= Melisende of Lusignan =

Princess of Antioch (c. 1200–c. 1249)

Melisende of Cyprus (c. 1200) was a princess of the House of Lusignan. She was a daughter of Queen Isabella I of Jerusalem and King Aimery of Cyprus and wife of Prince Bohemond IV of Antioch. She claimed the regency of the Kingdom of Jerusalem in 1246 as the closest relative of King Conrad II, but it was awarded to her nephew King Henry I of Cyprus instead.
==Youth==
Melisende was born around 1200. She was the youngest daughter of Queen Isabella I of Jerusalem. Her father was King Aimery of Cyprus. Aimery was Isabella's fourth husband; she his second wife. While Aimery's children from his first marriage carried Lusignan names, those born to him and Isabella were named after their maternal relatives; Melisende was named after her mother's grandmother Queen Melisende of Jerusalem. Because their mother already had four daughters from her previous marriages, Melisende and her sister, Sibylla, had little chance of inheriting the crown of Jerusalem. Aimery and Isabella both died in 1205. The Kingdom of Jerusalem passed to Maria of Montferrat, Melisende's half-sister and the eldest of Isabella's five surviving daughters, while the Kingdom of Cyprus was inherited by Hugh I, Aimery's son from his first marriage. Melisende and Sibylla came under the guardianship of their half-brother Hugh.

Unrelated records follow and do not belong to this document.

// Command report reads the output of go test -json and prints what failed, what was skipped (which
// counts as a failure) and one closing line.
package main

import (
	"bufio"
	"encoding/json"
	"fmt"
	"os"
	"slices"
	"strings"
)

type event struct {
	Action, Package, Test, Output string
	Elapsed                       float64
}

func main() {
	if len(os.Args) != 2 {
		fmt.Fprintln(os.Stderr, "usage: report FILE")
		os.Exit(2)
	}
	f, err := os.Open(os.Args[1])
	if err != nil {
		fmt.Fprintln(os.Stderr, err)
		os.Exit(2)
	}
	if !report(bufio.NewScanner(f)) {
		os.Exit(1)
	}
}

// report prints the run and tells whether it is good.
func report(lines *bufio.Scanner) bool {
	lines.Buffer(nil, 16<<20)
	count := map[string]int{}
	output := map[string][]string{}
	var bad []string
	for lines.Scan() {
		var e event
		if json.Unmarshal(lines.Bytes(), &e) != nil {
			fmt.Println(lines.Text())
			continue
		}
		name := strings.TrimSpace(e.Package + " " + e.Test)
		switch e.Action {
		case "output", "build-output":
			output[name] = append(output[name], e.Output)
		case "pass", "fail", "skip":
			if e.Test == "" {
				if e.Action != "skip" { // a package without tests
					fmt.Printf("%s\t%s\t%.1fs\n", e.Action, e.Package, e.Elapsed)
				}
				if e.Action != "fail" {
					continue
				}
			} else {
				count[e.Action]++
			}
			if e.Action != "pass" {
				bad = append(bad, name)
			}
		}
	}
	slices.Sort(bad)
	for _, name := range bad {
		fmt.Printf("\n-- %s\n%s", name, strings.Join(output[name], ""))
	}
	if count["skip"] > 0 {
		fmt.Println("\nA skipped test counts as a failure here.")
	}
	fmt.Printf("\n%d passed, %d failed, %d skipped\n", count["pass"], count["fail"], count["skip"])
	return len(bad) == 0 && count["pass"] > 0
}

King Hugh initially supported the Armenians in the War of the Antiochene Succession, arranging in 1210 for his sister Helvis to marry the Armenian claimant, Raymond-Roupen, and half-sister Sibylla to marry Raymond-Roupen's granduncle King Leo I of Armenia. When Raymond-Roupen's fortunes declined in his struggle with his uncle Bohemond IV over the Principality of Antioch, Hugh changed sides and gave Melisende in marriage to the recently widowed Bohemond. The wedding was held in January 1218 in Tripoli, where Bohemond ruled as count, and attended by King Andrew II of Hungary, who had come with the Fifth Crusade. Hugh fell ill and died during the celebrations.

Bohemond took control of Antioch in 1219. Around 1220, Melisende gave birth to their daughter, Maria of Antioch. Like other 13th-century princesses of Antioch, Melisende had little influence; neither she nor Bohemond's first wife, Plaisance of Gibelet, are mentioned in the charters Bohemond issued as prince of Antioch. Bohemond died in March 1233.

==Claimant==
In 1243 Melisende's half-sister Alice of Champagne, by then the oldest surviving daughter of their mother, Isabella, became regent of the Kingdom of Jerusalem in the name of King Conrad II, the grandson of Alice and Melisende's half-sister Maria. Conrad lived in Europe, and Alice was declared regent by the High Court of Jerusalem because she was the king's closest relative who lived in the Latin East. When Alice died in 1246, both Melisende and Henry I of Cyprus, Alice's son, claimed the regency. Although Melisende was more closely related to Conrad than her nephew was, the High Court awarded the regency to Henry. No account of how this came to pass survives, but it is likely that he was more desirable because he was a man and a crowned ruler in his own right; there are also signs that he outbidded Melisende by granting land to the members of the High Court.

Melisende died around 1249. After the extinction of Maria of Montferrat's line in 1269, Melisende's daughter, Maria of Antioch, unsuccessfully claimed the throne of Jerusalem.